Each line of the data should be duplicated precisely.

MATERIAL FOR THE TASK section start

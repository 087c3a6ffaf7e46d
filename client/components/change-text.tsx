import { changesInWords, type ToldChange } from '#client/lib/change-words.ts';
import { useUnits } from '#client/lib/units.ts';
import type { Plan } from '#shared/core/plan.ts';

interface ChangeTextProps {
  changes: readonly ToldChange[];
  /** to name woods by */
  materials: Plan['materials'];
  /** things told at most */
  most?: number;
  /** changes that are not in the list */
  more?: number;
  /** without the name, where it stands before already */
  bare?: boolean;
}

/** Changes in words in one line: what was changed stands out, what became of it follows. */
export function ChangeText(props: ChangeTextProps) {
  const { changes, materials, most = Infinity, more = 0, bare = false } = props;
  const words = changesInWords(changes, materials, useUnits());
  const rest = more + Math.max(0, words.length - most);
  return (
    <>
      {words.slice(0, most).map(({ name, text }, i) => (
        <span key={`${name} ${text}`}>
          {i > 0 && '; '}
          {!bare && <b className="font-semibold">{name}</b>} {text}
        </span>
      ))}
      {rest > 0 && `; and ${rest} more`}
    </>
  );
}
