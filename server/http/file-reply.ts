import { Readable } from 'node:stream';
import { pipeline } from 'node:stream/promises';
import { createGzip } from 'node:zlib';
import type { Response } from 'express';
import { takesGzip } from './packed.ts';

/** A file as an answer: bytes that never change under their tag, or a text that is written while it is sent. */
export type FileReply = { bytes: Buffer; tag: string } | { text: AsyncIterable<string>; name: string };

/**
 * A picture may be shown from the browser's own store, but only after asking whether its reader may still see it.
 * Nothing in the file can run, whatever somebody has put into it.
 */
export async function sendFile(res: Response, mediaType: string, file: FileReply): Promise<void> {
  res.set('Content-Security-Policy', "default-src 'none'; sandbox");
  res.type(mediaType);
  if ('bytes' in file) {
    res.set({ 'Cache-Control': 'private, no-cache', 'Content-Disposition': 'inline', ETag: `"${file.tag}"` });
    if (res.req.fresh) res.status(304).removeHeader('Content-Type');
    res.end(res.req.fresh || res.req.method === 'HEAD' ? undefined : file.bytes);
    return;
  }
  // The name decides over the type, and the type was given.
  res.attachment(file.name).type(mediaType).vary('Accept-Encoding');
  const text = Readable.from(file.text);
  if (!takesGzip(res)) return pipeline(text, res);
  res.set('Content-Encoding', 'gzip');
  return pipeline(text, createGzip(), res);
}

MATERIAL FOR THE TASK section end

YOUR SOLUTION:
repository 087c3a6ffaf7e46d
filename client/components/change-text.tsx
import { changesInWords, type ToldChange } from '#client/lib/change-words.ts';
import { useUnits } from '#client/lib/units.ts';
import type { Plan } from '#shared/core/plan.ts';

interface ChangeTextProps {
  changes: readonly ToldChange[];
  /** to name woods by */
  materials: Plan['materials'];
  /** things told at most */
  most?: number;
  /** changes that are not in the list */
  more?: number;
  /** without the name, where it stands before already */
  bare?: boolean;
}

/** Changes in words in one line: what was changed stands out, what became of it follows. */
export function ChangeText(props: ChangeTextProps) {
  const { changes, materials, most = Infinity, more = 0, bare = false } = props;
  const words = changesInWords(changes, materials, useUnits());
  const rest = more + Math.max(0, words.length - most);
  return (
    <>
      {words.slice(0, most).map(({ name, text }, i) => (
        <span key={`${name} ${text}`}>
          {i > 0 && '; '}
          {!bare && <b className="font-semibold">{name}</b>} {text}
        </span>
      ))}
      {rest > 0 && `; and ${rest} more`}
    </>
  );
}
filename server/http/file-reply.ts
import { Readable } from 'node:stream';
import { pipeline } from 'node:stream/promises';
import { createGzip } from 'node:zlib';
import type { Response } from 'express';
import { takesGzip } from './packed.ts';

/** A file as an answer: bytes that never change under their tag, or a text that is written while it is sent. */
export type FileReply = { bytes: Buffer; tag: string } | { text: AsyncIterable<string>; name: string };

/**
 * A picture may be shown from the browser's own store, but only after asking whether its reader may still see it.
 * Nothing in the file can run, whatever somebody has put into it.
 */
export async function sendFile(res: Response, mediaType: string, file: FileReply): Promise<void> {
  res.set('Content-Security-Policy', "default-src 'none'; sandbox");
  res.type(mediaType);
  if ('bytes' in file) {
    res.set({ 'Cache-Control': 'private, no-cache', 'Content-Disposition': 'inline', ETag: `"${file.tag}"` });
    if (res.req.fresh) res.status(304).removeHeader('Content-Type');
    res.end(res.req.fresh || res.req.method === 'HEAD' ? undefined : file.bytes);
    return;
  }
  // The name decides over the type, and the type was given.
  res.attachment(file.name).type(mediaType).vary('Accept-Encoding');
  const text = Readable.from(file.text);
  if (!takesGzip(res)) return pipeline(text, res);
  res.set('Content-Encoding', 'gzip');
  return pipeline(text, createGzip(), res);
}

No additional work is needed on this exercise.